Preferably, the flattening of the point cloud is done by resetting the X coordinate.

Preferably, during the analysis, all the cross-sections contained therein are combined with the function SD_OAGGR_UNION and the largest possible contour described in the UIC card is entered.

Preferably, when analyzing a flattened cloud, cloud elements are searched for in conflict with the selected planar figure, and as a result a list of collision sections is obtained.

The subject of the invention has been presented in the drawing examples, in which: figure 1 shows the structure of the rules transforming the coordinates from the geodetic system to the track axis system;

Figure 2 shows the construction of the rules transforming the data from the geodetic system to the track axis system in the YZ plane;

figure 3 shows a method for creating space windows; figure 4 is a diagram of the construction of 2D sections. figure 5 shows an example of a point cloud;

Figure 6 shows an example of a point cloud flattened and transformed into the track axis system;

Figure 7 shows the superposition of a grid on a flattened point cloud;

figure 8 shows a 2D section generated from the point cloud shown in figure 5;

figure 9 is a coding scheme for a section of the railroad.

Figure 10 shows a 2D section generated from a point cloud with a section shifted by the additions described in UIC 502-2;

Figure 11 shows a coding process for a railway section;

Figure 12 shows the elements derived from the contour method collected in a spatially indexed table;

Figure 13 shows a collision search;

Figure 14 is a diagram of optional editing of gauge elements;

FIG. 15 shows the selection of the collision section; Figure 16 shows an analysis of a track section;

figure 17 shows the concept of optimization of the sectioning process;

Figure 18 shows a process for optimizing the sectioning process;

Figure 19 shows an example of a section generated from a point cloud before and after noise reduction;

Figure 20 is a concept of a noise canceling algorithm; and Figure 21 is a block diagram of a method according to the invention.

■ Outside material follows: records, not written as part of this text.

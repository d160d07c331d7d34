package job

import (
	"bytes"
	"context"
	"encoding/json"
	"fmt"
	"io"
	"math"
	"math/rand/v2"
	"os"
	"path/filepath"
	"slices"
	"strings"
	"testing"

	"github.com/stretchr/testify/require"

	"gatesill/store/record"
)

// A lot of five is judged by the gains, too, of an earlier lot of the same part
// (curves of a square law with mobility degradation, self-made).
func TestHistoryOfGains(t *testing.T) {
	dir := t.TempDir()
	ctx := context.Background()
	var out bytes.Buffer
	env := &Env{Store: filepath.Join(dir, "s.db"), Out: &out, Err: io.Discard, Quiet: true, Version: "test"}
	rng := rand.New(rand.NewPCG(1, 1))
	add := func(lot string, n int, times func(i int) float64) {
		var rows strings.Builder
		rows.WriteString("device,vg_V,id_A\n")
		for i := range n {
			vt := 3 + 0.05*rng.NormFloat64()
			beta := 2 * math.Exp(0.05*rng.NormFloat64()) * times(i)
			for v := 2.8; v < 4.2; v += 0.05 {
				x := max(v-vt, 0)
				fmt.Fprintf(&rows, "D%d,%.3f,%.6f\n", i+1, v, beta/2*x*x/(1+0.1*x)*(1+1e-3*rng.NormFloat64()))
			}
		}
		file := filepath.Join(dir, lot+".csv")
		require.NoError(t, os.WriteFile(file, []byte(rows.String()), 0o644))
		part, idle := "X1", record.Known(0.25)
		require.NoError(t, LotAdd(ctx, env, lot, LotEdit{Part: &part, IdleCurrent: &idle}))
		rq := ImportRequest{Lot: lot, Files: []string{file}}
		rq.Table.Given.Circuit = record.Diode
		require.NoError(t, Import(ctx, env, rq))
	}
	alike := func(int) float64 { return 1 }
	add("many", 20, alike)
	add("few", 5, func(i int) float64 {
		if i == 3 {
			return 0.6
		}
		return 1
	})
	env.JSON = true
	out.Reset()
	require.NoError(t, Spread(ctx, env, "few", SheetOptions{Method: "auto"}, false))
	var doc struct {
		Limits  map[string]struct{ Basis string }
		Devices []struct {
			Device  string
			Reasons []struct{ Code, Text string }
		}
	}
	require.NoError(t, json.Unmarshal(out.Bytes(), &doc))
	for _, k := range []string{"vgs_idle_V", "gm_idle_S", "beta_A_per_V2"} {
		require.Equal(t, "part history", doc.Limits[k].Basis, k)
	}
	for i, d := range doc.Devices {
		off := slices.ContainsFunc(d.Reasons, func(r struct{ Code, Text string }) bool { return r.Code == "off-family-gain" })
		require.Equal(t, i == 3, off, "%s: %v", d.Device, d.Reasons)
	}
}
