package job

import (
	"context"
	"errors"
	"time"

	"gatesill/acquire"
	"gatesill/acquire/bench"
)

func listen(ctx context.Context, b *bench.Bench, start time.Time, emit func(acquire.Event)) error {
	return errors.New("not yet")
}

The subject of the invention is the structure and functionality of a database enabling precise, interactive measurement and analysis of any details of the railway infrastructure, with the accuracy ensuring that the gauge is determined in accordance with UIC standards.

Moreover, the invention relates to a method of visualizing data and the results of the base processing, for example in an environment of a web browser.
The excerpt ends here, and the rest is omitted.